I've never used one of their interconnects, but I do own a MainsStream power cable. The build quality is very good, and the cable itself is stiff as hell. It's been the first PC I've used with my rig and actually heard a difference. 

 As for the interconnects, I too am looking to see what people think of them. They sell fairly cheaply @ Ebay, and look quite good


----------



## GoRedwings19

I use to own the van der hul d102 3 and the first ultimates.

 They best comparison I can use is that they are opposite to the nordost stuff.

 The van der huls usally have a full sound which might be too "thick sounding" to you, has nice "organic" sounding midrange and the highs are quite pleasant. It also has bit of prominent bottom end which maybe too much for some and don't sound as fast as the Nordost's or other cables

 In contrast the nordost's sound not as thick some might say lean, A kinda of sterile midrange and some people find the bass performance a bit lean. But they are generally fast paced, high detail levels and generally highs have extension that the VDH don't have.

 It's kinda of a preference call to which you prefer.


----------



## skullguise

I agree with GR19. I have the D-102 Mk II Hybrids, and I also have the First (original version, not the ultimate). There IS something special going on with the mids using the First, but it rolls off highs and lows too much for my taste. Still, that midrange....

 The D-102 Mk 3 seems to have an overall better balance than the First, but it is not as musical.

 I think for the same pricing (or less), you would do well with one of the recommended cables here like the Grover or Oritek. Personal opinion, though.


----------



## GoRedwings19

Quote:


  Originally Posted by *skullguise* 
_I agree with GR19. I have the D-102 Mk II Hybrids, and I also have the First (original version, not the ultimate). There IS something special going on with the mids using the First, but it rolls off highs and lows too much for my taste. Still, that midrange....

 The D-102 Mk 3 seems to have an overall better balance than the First, but it is not as musical.

 I think for the same pricing (or less), you would do well with one of the recommended cables here like the Grover or Oritek. Personal opinion, though._

 

One of the many comments I have read and feel to a certain extent it may be true is that using VDH at least the ones mentioned above is that there is a little bloat basswise.

 When I had a chord dac I used the VDH first ic's and digital ic's.

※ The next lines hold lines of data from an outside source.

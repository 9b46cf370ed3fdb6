// No number from a foreign file is used before it has passed here.
#pragma once

#include <cstdint>

#include "archive/wavefront_file.h"
#include "base/error.h"

namespace bentlight::archive {

/// Says whether every read that `map` leads to stays inside a file of `file_bytes`, no product overflows, and
/// the limits hold.
///
///   errors  layout_mismatch (no frames, axes that are no permutation), too_large, unsupported_storage,
///   damaged_file
///           (what is said of the file lies outside of it or contradicts itself)
Expected<void> verify(const FrameMap& map, std::uint64_t file_bytes);

/// The same for the rest: as many coordinates, mask points, times and signal values as the frames need, all
/// finite, coordinates rising, times not falling.
Expected<void> verify(const WavefrontFile& file);

}  // namespace bentlight::archive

I then switched to the first ultimates.

 I think I started off using the d102 3's when I first started off in putting a 2ch system together years ago. I liked them because they were relatively cheap priced and offer decent sound for the money.


----------



## Glod

I have used the Van den Hul IC’s for about 10 years and I am very happy with them.

 I have used the The Bay C5 HYBRID, D-102 mk III, First Ultimate mk I and the mk II. My favourite is clearly the First Ultimate *mk I*. As you probably know the interesting thing with this cable is that it has pure all carbon conductors and traditional metal RCA’s. 

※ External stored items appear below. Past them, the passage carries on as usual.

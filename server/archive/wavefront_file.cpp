#include "archive/wavefront_file.h"

#include <fmt/format.h>

#include <cstdint>
#include <nlohmann/json.hpp>
#include <string>
#include <utility>

#include "archive/structure_codec.h"
#include "archive/verify.h"
#include "base/digest.h"
#include "base/limits.h"
#include "base/npy.h"

namespace bentlight::archive {

namespace {

using nlohmann::json;

constexpr const char* facts_name = "wavefront_file.json";
constexpr int version = 1;
constexpr std::size_t facts_limit_bytes = 16 * limits::mebi;

// Text that is no UTF-8 is replaced, for JSON can be nothing else.
std::string dumped(const json& value, int indent = -1) {
  return value.dump(indent, ' ', false, json::error_handler_t::replace);
}

std::string checksum_text(std::span<const std::byte> bytes) {
  return fmt::format("{:016x}", checksum(bytes));
}

Expected<NamedArray> load_array(const FileSystem& files,
                                const std::filesystem::path& folder,
                                const json& header) {
  NamedArray array;
  array.name = header.at("name").get<std::string>();
  const auto image = read_whole(files, folder / (array.name + ".npy"), limits::probe_reply_bytes);
  if (!image) return failure(image);
  if (checksum_text(as_bytes(*image)) != header.at("checksum").get<std::string>()) {
    return failure(ErrorCode::damaged_state, fmt::format("{}.npy is torn: its checksum differs", array.name));
  }
  const auto view = parse_npy(as_bytes(*image));
  if (!view) return failure(view);
  array.descr = view->descr;
  array.shape.assign(view->shape.begin(), view->shape.end());
  array.bytes.assign(view->data.begin(), view->data.end());
  return array;
}

/// The file's content once its own checksum holds. throws json::exception when parts are missing
Expected<json> checked_body(const std::string& text) {
  json document = json::parse(text);
  if (document.at("version").get<int>() != version) {
    return failure(ErrorCode::damaged_state, fmt::format("{} is of another version", facts_name));
  }
  json body = std::move(document.at("body"));
  if (checksum_text(as_bytes(dumped(body))) != document.at("checksum").get<std::string>()) {
    return failure(ErrorCode::damaged_state, fmt::format("{} is torn: its checksum differs", facts_name));
  }
  return body;
}

Expected<WavefrontFile> load(const FileSystem& files, const std::filesystem::path& folder) {
  const auto text = read_whole(files, folder / facts_name, facts_limit_bytes);
  if (!text) return failure(text);
  const auto body = checked_body(*text);
  if (!body) return failure(body);
  std::vector<NamedArray> arrays;
  for (const json& header : body->at("arrays")) {
    auto array = load_array(files, folder, header);
    if (!array) return failure(array);
    arrays.push_back(std::move(*array));
  }
  auto file = put_together(body->at("facts"), arrays);
  if (!file) return file;
  if (auto verified = verify(*file); !verified) return failure(verified);
  return file;
}

}  // namespace

Expected<void> save_wavefront_file(const FileSystem& files,
                                   const std::filesystem::path& folder,
                                   const WavefrontFile& file) {
  const TakenApart parts = take_apart(file);
  json arrays = json::array();
  for (const NamedArray& array : parts.arrays) {
    const std::vector<std::byte> image = npy_image(array.descr, array.shape, array.bytes);
    arrays.push_back({{"name", array.name}, {"checksum", checksum_text(image)}});
    if (auto created = files.create(folder / (array.name + ".npy"), image); !created) return created;
  }
  const json body = {{"facts", parts.facts}, {"arrays", arrays}};
  const json document = {
      {"version", version}, {"checksum", checksum_text(as_bytes(dumped(body)))}, {"body", body}};
  return files.create(folder / facts_name, as_bytes(dumped(document, 1)));
}

Expected<WavefrontFile> load_wavefront_file(const FileSystem& files, const std::filesystem::path& folder) {
  try {
    auto file = load(files, folder);
    // Whatever is amiss with a file of our own, it is the state that must be made anew.
    if (!file && file.error().code != ErrorCode::io_error &&
        file.error().code != ErrorCode::permission_denied) {
      return failure(ErrorCode::damaged_state, file.error().text, folder.string());
    }
    return file;
  } catch (const json::exception& fault) {
    return failure(ErrorCode::damaged_state, fmt::format("{}: {}", facts_name, fault.what()),
                   folder.string());
  }
}

}  // namespace bentlight::archive
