/// A box of elements along the axes as stored.
struct Box {
  std::array<std::uint64_t, 3> first{};
  std::array<std::uint64_t, 3> count{};
  std::uint64_t end(std::size_t axis) const { return first[axis] + count[axis]; }
  bool is_empty() const { return count[0] == 0 || count[1] == 0 || count[2] == 0; }
};

Box common(const Box& a, const Box& b) {
  Box box;
  for (std::size_t axis = 0; axis < 3; ++axis) {
    box.first[axis] = std::max(a.first[axis], b.first[axis]);
    const std::uint64_t end = std::min(a.end(axis), b.end(axis));
    box.count[axis] = end > box.first[axis] ? end - box.first[axis] : 0;
  }
  return box;
}

/// Which stored axis holds what.
struct Axes {
  explicit Axes(const FrameMap& map)
      : frame(static_cast<std::size_t>(map.axes[0])),
        row(static_cast<std::size_t>(map.axes[1])),
        column(static_cast<std::size_t>(map.axes[2])) {}
  std::size_t frame, row, column;

  GridWindow window(const Box& box) const {
    return {box.first[row], box.end(row), box.first[column], box.end(column)};
  }
};

std::array<std::size_t, 3> strides(const std::array<std::uint64_t, 3>& extent) {
  return {static_cast<std::size_t>(extent[1] * extent[2]), static_cast<std::size_t>(extent[2]), 1};
}

/// The grid of chunks of a dataset; row-major.
struct ChunkGrid {
  explicit ChunkGrid(const FrameMap& map) : extent(map.chunk_shape) {
    for (std::size_t axis = 0; axis < 3; ++axis) {
      chunks[axis] = (map.shape[axis] + extent[axis] - 1) / extent[axis];
    }
  }
  std::array<std::uint64_t, 3> extent;
  std::array<std::uint64_t, 3> chunks{};

  std::uint64_t elements() const { return extent[0] * extent[1] * extent[2]; }
  std::size_t number(const std::array<std::uint64_t, 3>& at) const {
    return static_cast<std::size_t>((at[0] * chunks[1] + at[1]) * chunks[2] + at[2]);
  }

  /// Calls `visit(number, box)` for every chunk that `wanted` touches, until one fails.
  template <class Visit>
  Expected<void> for_each(const Box& wanted, const Visit& visit) const {
    std::array<std::uint64_t, 3> at{};
    for (at[0] = wanted.first[0] / extent[0]; at[0] * extent[0] < wanted.end(0); ++at[0]) {
      for (at[1] = wanted.first[1] / extent[1]; at[1] * extent[1] < wanted.end(1); ++at[1]) {
        for (at[2] = wanted.first[2] / extent[2]; at[2] * extent[2] < wanted.end(2); ++at[2]) {
          const Box box{{at[0] * extent[0], at[1] * extent[1], at[2] * extent[2]}, extent};
          if (auto visited = visit(number(at), box); !visited) return visited;
        }
      }
    }
    return {};
  }
};

/// One call of FrameReader::read: what is wanted, and where it goes.
class Filling {
 public:
  Filling(const ReadFile& file,
          const FrameMap& map,
          optics::FrameRange range,
          const optics::Aperture& aperture,
          optics::FrameBlock& block,
          FrameReader::Scratch& scratch)
      : file_(file),
        map_(map),
        axes_(map),
        conversion_(conversion_of(map)),
        element_bytes_(element_bytes(map.element)),
        range_(range),
        segments_(row_segments(aperture)),
        block_(block),
        scratch_(scratch) {
    wanted_.first[axes_.frame] = range.first;
    wanted_.count[axes_.frame] = range.count;
    const auto [left, right] = columns_of_light();
    wanted_.first[axes_.row] = segments_.front().row;
    wanted_.count[axes_.row] = segments_.back().row + 1 - segments_.front().row;
    wanted_.first[axes_.column] = left;
    wanted_.count[axes_.column] = right - left;
  }

  Expected<void> run() {
    block_.resize(range_, segments_.back().point + segments_.back().count);
    begin_gather(scratch_.gather, range_.count);
    // The boxes that hold the first point go first, for the shifts come from there.
    for (const bool with_first_point : {true, false}) {
      pass_has_first_point_ = with_first_point;
      if (auto passed = pass(); !passed) return passed;
    }
    end_gather(conversion_, scratch_.gather, block_);
    return {};
  }

 private:
  std::pair<std::uint64_t, std::uint64_t> columns_of_light() const {
    std::uint64_t left = segments_.front().column, right = 0;
    for (const RowSegment& segment : segments_) {
      left = std::min<std::uint64_t>(left, segment.column);
      right = std::max<std::uint64_t>(right, segment.column + segment.count);
    }
    return {left, right};
  }

  Expected<void> pass() {
    if (map_.storage == Storage::contiguous) {
      return read_plain(map_.data_offset, Box{{0, 0, 0}, map_.shape});
    }
    const ChunkGrid grid(map_);
    return grid.for_each(wanted_, [&](std::size_t number, const Box& box) -> Expected<void> {
      const Chunk& chunk = map_.chunks[number];
      const std::uint32_t applied = (1U << map_.filters.size()) - 1;
      if (chunk.bytes == 0) return in_this_pass(box) ? fill(box) : Expected<void>{};
      if ((chunk.filter_mask & applied) == applied) return read_plain(chunk.offset, box);
      return in_this_pass(box) ? read_coded(chunk, box) : Expected<void>{};
    });
  }

  bool in_this_pass(const Box& box) const {
    return axes_.window(box).holds(segments_.front()) == pass_has_first_point_;
  }

  /// The points that fall into `box`, clipped into the scratch when they are not all.
  std::span<const RowSegment> points_in(const Box& box) {
    const GridWindow window = axes_.window(box);
    if (window.first_row == 0 && window.end_row >= map_.rows() && window.first_column == 0 &&
        window.end_column >= map_.columns()) {
      return segments_;
    }
    clip(segments_, window, scratch_.segments);
    return scratch_.segments;
  }

  /// Gathers from elements in memory: `held` is the box that `data` holds whole, `wanted` the part to take.
  void take(const std::byte* data,
            const Box& held,
            const Box& wanted,
            std::span<const RowSegment> points,
            const std::array<std::size_t, 3>& stride) {
    const std::size_t skipped = (wanted.first[axes_.frame] - held.first[axes_.frame]) * stride[axes_.frame];
    const Tile tile{.data = data + skipped * element_bytes_,
                    .frames = {wanted.first[axes_.frame] - range_.first, wanted.count[axes_.frame]},
                    .first_row = held.first[axes_.row],
                    .first_column = held.first[axes_.column],
                    .frame_stride = stride[axes_.frame],
                    .row_stride = stride[axes_.row],
                    .column_stride = stride[axes_.column]};
    gather(conversion_, tile, points, scratch_.gather, block_);
  }

  Expected<void> fill(const Box& box) {
    const Box wanted = common(box, wanted_);
    const auto points = points_in(box);
    if (wanted.is_empty() || points.empty()) return {};
    const std::vector<std::byte> element = stored_element(conversion_, map_.fill_value);
    take(element.data(), box, wanted, points, {0, 0, 0});
    return {};
  }

  Expected<void> read_coded(const Chunk& chunk, const Box& box) {
    const Box wanted = common(box, wanted_);
    const auto points = points_in(box);
    if (wanted.is_empty() || points.empty()) return {};
    scratch_.stored.resize(chunk.bytes);
    if (auto read = file_.read_at(chunk.offset, scratch_.stored); !read) return read;
    const ChunkCoding coding{
        .filters = map_.filters,
        .element_bytes = element_bytes_,
        .decoded_bytes =
            static_cast<std::size_t>(box.count[0] * box.count[1] * box.count[2]) * element_bytes_};
    const auto decoded = decode_chunk(coding, chunk.filter_mask, scratch_.stored, scratch_.decode);
    if (!decoded) return failure(decoded);
    if (decoded->is_shuffled) {
      take_shuffled(decoded->bytes, box, wanted, points);
    } else {
      take(decoded->bytes.data(), box, wanted, points, strides(box.count));
    }
    return {};
  }

  /// Unshuffles a few planes at a time, so that the elements are still in cache when they are gathered: with
  /// chunks of 4 MiB that is a sixth faster than doing the whole chunk first.
  void take_shuffled(std::span<const std::byte> shuffled,
                     const Box& held,
                     const Box& wanted,
                     std::span<const RowSegment> points) {
    const auto plane = static_cast<std::size_t>(held.count[1] * held.count[2]);
    const std::uint64_t planes =
        std::clamp<std::uint64_t>(unshuffled_bytes / (plane * element_bytes_), 1, wanted.count[0]);
    for (std::uint64_t i = wanted.first[0]; i < wanted.end(0); i += planes) {
      Box piece = held;
      piece.first[0] = i;
      piece.count[0] = std::min(planes, wanted.end(0) - i);
      scratch_.elements.resize(static_cast<std::size_t>(piece.count[0]) * plane * element_bytes_);
      unshuffle(shuffled, element_bytes_, static_cast<std::size_t>(i - held.first[0]) * plane,
                scratch_.elements);
      take(scratch_.elements.data(), piece, common(piece, wanted), points, strides(held.count));
    }
  }

  /// What is read of a box that lies plainly in the file: the wanted part, widened where skipping does not
  /// pay.
  Box worth_reading(const Box& held) const {
    Box box = common(held, wanted_);
    std::uint64_t inner_bytes = element_bytes_;
    for (std::size_t axis = 2; axis > 0; --axis) {
      inner_bytes *= held.count[axis];
      if (axis == axes_.frame || inner_bytes >= skippable_bytes) continue;
      box.first[axis] = held.first[axis];
      box.count[axis] = held.count[axis];
    }
    return box;
  }

  /// Reads a box of which every element lies in the file as it is, `offset` being that of its first.
  Expected<void> read_plain(std::uint64_t offset, const Box& held) {
    const Box wanted = worth_reading(held);
    if (wanted.is_empty()) return {};
    const std::uint64_t row_bytes = wanted.count[2] * element_bytes_;
    const std::uint64_t plane_bytes = wanted.count[1] * row_bytes;
    const std::uint64_t planes =
        std::clamp<std::uint64_t>(limits::read_piece_bytes / plane_bytes, 1, wanted.count[0]);
    const std::uint64_t rows =
        std::clamp<std::uint64_t>(limits::read_piece_bytes / row_bytes, 1, wanted.count[1]);
    for (std::uint64_t i = 0; i < wanted.count[0]; i += planes) {
      for (std::uint64_t j = 0; j < wanted.count[1]; j += rows) {
        const Box piece{
            {wanted.first[0] + i, wanted.first[1] + j, wanted.first[2]},
            {std::min(planes, wanted.count[0] - i), std::min(rows, wanted.count[1] - j), wanted.count[2]}};
        if (!in_this_pass(piece)) continue;
        if (auto read = read_piece(offset, held, piece); !read) return read;
      }
    }
    return {};
  }

  Expected<void> read_piece(std::uint64_t offset, const Box& held, const Box& piece) {
    const auto points = points_in(piece);
    if (points.empty()) return {};
    // What lies together in the file is read together: whole planes, whole rows, or parts of rows.
    const bool whole_rows = piece.count[2] == held.count[2];
    const bool whole_planes = whole_rows && piece.count[1] == held.count[1];
    const std::uint64_t planes_at_once = whole_planes ? piece.count[0] : 1;
    const std::uint64_t rows_at_once = whole_rows ? piece.count[1] : 1;
    const std::size_t stretch_bytes =
        static_cast<std::size_t>(planes_at_once * rows_at_once * piece.count[2]) * element_bytes_;
    const auto stride = strides(held.count);

    scratch_.stored.resize(static_cast<std::size_t>(piece.count[0] * piece.count[1] * piece.count[2]) *
                           element_bytes_);
    std::span<std::byte> rest = scratch_.stored;
    for (std::uint64_t i = 0; i < piece.count[0]; i += planes_at_once) {
      for (std::uint64_t j = 0; j < piece.count[1]; j += rows_at_once) {
        const std::uint64_t element = (piece.first[0] + i - held.first[0]) * stride[0] +
                                      (piece.first[1] + j - held.first[1]) * stride[1] +
                                      (piece.first[2] - held.first[2]);
        if (auto read = file_.read_at(offset + element * element_bytes_, rest.first(stretch_bytes)); !read) {
          return read;
        }
        rest = rest.subspan(stretch_bytes);
      }
    }
    take(scratch_.stored.data(), piece, common(piece, wanted_), points, strides(piece.count));
    return {};
  }

  const ReadFile& file_;
  const FrameMap& map_;
  const Axes axes_;
  const Conversion conversion_;
  const std::size_t element_bytes_;
  const optics::FrameRange range_;
  const std::vector<RowSegment> segments_;
  Box wanted_;  // the range, and the rectangle around the aperture
  bool pass_has_first_point_ = true;
  optics::FrameBlock& block_;
  FrameReader::Scratch& scratch_;
};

 The most prominent impression of the First Ultimate mk I is a very effortless, airy and spatial presentation. The frequency response is seemingly flat as a pool table and one cannot really point out any obvious dips or peaks IMO. The cable is very true to the source; you know: garbage in garbage out, and it will not inject life in inferior sources, nor add more (or less) bass or tame digital artefacts: Everything the source produces will be let through, unaltered. You have been warned.
	

	
	
		
		

		
		
	


	




 Good news is that if you have a good source, this cable will do it right. I find this cable a very _natural_ sounding cable. Really great for voices and acoustic music.

 Note that I have been talking about the *mk I* of the First Ultimate, which AFAIK is not in production any longer. Van den Hul says there should not be a difference between the two, but they differ slightly in diameter, and IMO, they do not have the same sound either. The new *mk II* doesn’t have the tremendous bass extension (nt the same as emphasised) of the original. The midrange is also more "polished" to a shine. The mk I could show some fine grain in the sound, but not disturbingly much so IMO, rather the opposite: It renders nice texture to voices. With the mk II the grain is definitely gone. Voices get very clear and crystal like. I like the mk I better.


 To summarize it
*Van den Hul First Ultimate mk I
*
 +
 Very effortless and airy presentation
 Expansive soundstage
 Perceivably flat frequency response

 -
 Not an up-front sound, rather slightly distant
 A bit dark sound as opposed to lively and with emphasised mid range.

 The *D-102 mk III* is similar to the First Ultimate mk I in general, but with one important difference. If the First Ultimate was a bit distant sounding; the D-102 mk III is absolutely more forward. It has the same flat frequency response, terrific bass extension, but the whole presentation is moved more closely towards you. The treble and leading edges of instruments are also much more defined making e.g. “s” sound sharper than with the First Ultimate. I use this cable in my modest home cinema set-up and I like it there very much.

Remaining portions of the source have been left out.